→ **Your objective**: From the entries below, copy every line that has the word "function".

→ **Excerpted records**:
|---|

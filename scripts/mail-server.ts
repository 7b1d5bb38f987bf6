/**
 * A local fake SMTP server for development, the demo and the browser tests. It accepts every
 * message on 127.0.0.1 (port QUORUM_MAIL_PORT, default 2525; no auth, no TLS), parses it and
 * stores it as JSON ({ to, from, subject, text, html, date }) in QUORUM_MAIL_DIR (default
 * .data/mail/<database name>). lib/mail/mailbox.ts reads them back.
 *
 *   node --import tsx scripts/mail-server.ts [--exit-with-parent]
 *
 * --exit-with-parent: stop when the process that started it ends (used by scripts/e2e-server.sh).
 */
import { mkdir, rename, writeFile } from 'node:fs/promises';
import { randomBytes } from 'node:crypto';
import path from 'node:path';
import { SMTPServer } from 'smtp-server';
import { simpleParser, type AddressObject } from 'mailparser';
import { fakeMailPort, mailDir } from '../lib/mail/config';

const port = fakeMailPort();
const dir = mailDir();

function addresses(value: AddressObject | AddressObject[] | undefined): string[] {
  const list = value ? (Array.isArray(value) ? value : [value]) : [];
  return list.flatMap((a) => a.value.map((v) => v.address ?? '').filter(Boolean));
}

const server = new SMTPServer({
  secure: false,
  authOptional: true,
  disabledCommands: ['STARTTLS', 'AUTH'],
  banner: 'Quorum fake mail server (messages are stored, never delivered)',
  size: 10 * 1024 * 1024,
  logger: false,
  onData(stream, session, callback) {
    simpleParser(stream)
      .then(async (parsed) => {
        const envelopeTo = session.envelope.rcptTo.map((r) => r.address);
        const mail = {
          to: envelopeTo.length ? envelopeTo : addresses(parsed.to),
          from: addresses(parsed.from)[0] ?? (session.envelope.mailFrom ? session.envelope.mailFrom.address : ''),
          subject: parsed.subject ?? '',
          text: parsed.text ?? '',
          html: typeof parsed.html === 'string' ? parsed.html : null,
          date: new Date().toISOString(),
        };
        await mkdir(dir, { recursive: true });
        const name = `${Date.now()}-${randomBytes(4).toString('hex')}`;
        const tmp = path.join(dir, `.${name}.tmp`);
        await writeFile(tmp, JSON.stringify(mail, null, 2));
        await rename(tmp, path.join(dir, `${name}.json`)); // readers never see half a file
        console.log(`[mail] ${mail.to.join(', ')}: ${mail.subject}`);
        callback();
      })
      .catch((err: Error) => {
        console.error('[mail] could not store a message:', err.message);
        callback(err);
      });
  },
});

server.on('error', (err: NodeJS.ErrnoException) => {
  if (err.code === 'EADDRINUSE') {
    console.error(`[mail] port ${port} on 127.0.0.1 is taken: another mail server runs there. Stop it or set QUORUM_MAIL_PORT.`);
    process.exit(1);
  }
  console.error('[mail]', err.message);
});

server.listen(port, '127.0.0.1', () => {
  console.log(`[mail] fake SMTP server on 127.0.0.1:${port}, storing messages in ${dir}`);
});

function stop() {
  server.close(() => process.exit(0));
  setTimeout(() => process.exit(0), 2000).unref();
}
process.on('SIGTERM', stop);
process.on('SIGINT', stop);

if (process.argv.includes('--exit-with-parent')) {
  const parent = process.ppid;
  setInterval(() => {
    try {
      process.kill(parent, 0);
      if (process.ppid !== parent) stop();
    } catch {
      stop();
    }
  }, 1000).unref();
}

|---|

→ **Completed exercise**:
function addresses(value: AddressObject | AddressObject[] | undefined): string[] {
function stop() {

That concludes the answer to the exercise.